The vid in #12 explains it pretty well, we often learn by what we see and then interpret that wrongly. We don't actually swing the club around us - even though it might FEEL like we do. Normally what happens is that in getting it wrong the hands out-race the shoulders and drag the club too much to the inside (and too low) in the takeaway and from there it's a series of compensatory moves in order to hit the ball with any consistency.


----------



## One Planer (Sep 3, 2013)

JustOne said:



			The vid in #12 explains it pretty well, we often learn by what we see and then interpret that wrongly. We don't actually swing the club around us - even though it might FEEL like we do. Normally what happens is that in getting it wrong the hands out-race the shoulders and drag the club too much to the inside (and too low) in the takeaway and from there it's a series of compensatory moves in order to hit the ball with any consistency.
		
Click to expand...

Sounds like a previous habit of mine


----------



## SocketRocket (Sep 3, 2013)

JustOne said:



			You'd be wrong.
		
Click to expand...

Not sure what you mean by that remark?

I can manipulate the clubhead out away from me, straight along the ball to target line or round to the inside by moving my arms and not rotating by torso.   At a point where the club head has moved around 3 feet I then have a problem, my left arm is now pushed against my rib cage and I cant move it any further round, I can only move it upwards.

Please explain what is wrong with that?    I know it's not what you want to do but the OP was asking about taking the club back without rotation.


----------



## Rooter (Sep 3, 2013)

I cant add anything constructive, but i have found the thread very interesting! i hadn't really thought about it in the way the video JO posted, i can now see where potentially i have been creating problems for myself.

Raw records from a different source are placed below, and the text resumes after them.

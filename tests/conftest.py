"""Shared pytest fixtures: small moving-still clips with exact ground truth, and named bad inputs.

People in the clips come from scikit-image's stills, loaded from the installed package:
astronaut() is public domain (NASA), camera() is CC0 (photographer Lav Varshney).
Clips are small (320×240, 2 s at 25 fps) so the suite stays fast; session-scoped clips are
shared, so treat them as read-only.
"""

from __future__ import annotations

from dataclasses import dataclass
from fractions import Fraction
from pathlib import Path

import pytest
from click.testing import CliRunner

from redact.media import synthetic as syn


@dataclass(frozen=True)
class SyntheticClip:
    """A clip on disk, the scene it was rendered from, and its per-frame truth."""

    path: Path
    spec: syn.SceneSpec
    truths: list


def crossing_spec(width: int = 320, height: int = 240, seconds: float = 2.0, seed: int = 0) -> syn.SceneSpec:
    """Two people crossing: the astronaut (public domain, NASA) walks in from off-screen left to the
    right; the camera man (CC0, Lav Varshney), mirrored, walks right to left through a dim stretch
    on the right third of the frame; both are partly off-screen at some point."""
    w, h = width, height
    return syn.SceneSpec(
        width=w, height=h, fps=Fraction(25), seconds=seconds,
        actors=(
            syn.Actor("astronaut", ((0.0, -0.05 * w, 0.50 * h, 0.62 * h), (seconds, 0.95 * w, 0.50 * h, 0.62 * h))),
            syn.Actor("camera", ((0.0, 1.05 * w, 0.55 * h, 0.50 * h), (seconds, 0.10 * w, 0.55 * h, 0.50 * h)),
                      mirror=True),
        ),
        background="hall", dim_region=(int(0.66 * w), 0, w, h), dim_factor=0.3, seed=seed,
    )


def make_clip(directory: Path, name: str = "clip.mp4", spec: syn.SceneSpec | None = None) -> SyntheticClip:
    """Write a moving-still clip into directory and return it with its truth."""
    spec = spec or crossing_spec()
    path = Path(directory) / name
    truths = syn.write_clip(spec, path)
    return SyntheticClip(path, spec, truths)


@pytest.fixture(scope="session")
def crossing_clip(tmp_path_factory) -> SyntheticClip:
    """320×240, 25 fps, 2 s: two people crossing, one partly off-screen, one through a dim stretch."""
    return make_clip(tmp_path_factory.mktemp("clips"), "crossing.mp4")


@pytest.fixture(scope="session")
def clip_with_audio(tmp_path_factory) -> SyntheticClip:
    """The crossing scene (1 s) with a 440 Hz AAC tone, written with PyAV."""
    spec = crossing_spec(seconds=1.0)
    path = tmp_path_factory.mktemp("clips") / "with_audio.mp4"
    return SyntheticClip(path, spec, syn.write_clip_with_audio(spec, path))


@pytest.fixture
def clip_factory(tmp_path):
    """Call with (name, spec=None) to write a fresh clip into this test's tmp_path."""
    return lambda name="clip.mp4", spec=None: make_clip(tmp_path, name, spec)


@pytest.fixture
def bad_inputs(tmp_path, crossing_clip) -> dict[str, Path]:
    """Named unusable inputs: each must give a clear InputError (or stop early, for truncation)."""
    d = tmp_path
    empty = d / "empty.mp4"
    empty.write_bytes(b"")
    return {
        "missing": d / "does_not_exist.mp4",
        "directory": d,
        "text": syn.write_text_file(d / "notes.mp4"),
        "png": syn.write_png(d / "still.png"),
        "empty": empty,
        "zero_frames": syn.write_zero_frame_video(d / "zero.avi"),
        "truncated": syn.write_truncated(crossing_clip.path, d / "truncated.mp4", 0.5),
    }


class ScriptedEstimator:
    """The real default estimator, except on chosen calls (frame indices when every frame is
    detected): `misses` find nobody (the tracker must coast), `faults` raise (fail closed)."""

    def __init__(self, misses=(), faults=(), settings=None):
        from redact.vision.pose import PoseEstimator, PoseSettings

        self.inner = PoseEstimator.default(settings or PoseSettings())
        self.misses, self.faults, self.calls = set(misses), set(faults), 0

    def estimate(self, image):
        from redact.vision.records import Poses

        i = self.calls
        self.calls += 1
        if i in self.faults:
            raise RuntimeError(f"injected fault at call {i}")
        poses = self.inner.estimate(image)
        return Poses.empty() if i in self.misses else poses


@pytest.fixture
def key(tmp_path, monkeypatch):
    """A fresh signing key made through `redact keygen`; its passphrase is in the environment."""
    from redact.cli import main

    monkeypatch.setenv("REDACT_KEY_PASSPHRASE", "test passphrase")
    r = CliRunner().invoke(main, ["keygen", "--out-dir", str(tmp_path / "keys"), "--name", "t"])
    assert r.exit_code == 0, r.output
    return tmp_path / "keys" / "t.private.pem"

I have been trying to work on less arms more body doing the hard work and am understanding it better now, i can see where i need to practice! explains a lot to me!

carry on.


----------



## JustOne (Sep 3, 2013)

SocketRocket said:



			Not sure what you mean by that remark?
		
Click to expand...

I apologise, my remark was incorrect - you can swing the club around by your ankles if that's what *you* want to 'teach' and have people think that to be correct way to perform a decent stroke. I would choose the proper way.


----------



## SocketRocket (Sep 3, 2013)

JustOne said:



			I apologise, my remark was incorrect - you can swing the club around by your ankles if that's what *you* want to 'teach' and have people think that to be correct way to perform a decent stroke. I would choose the proper way.
		
Click to expand...

Why do you do this?

You should have used all my quote, not just a bit that is taking it out of context.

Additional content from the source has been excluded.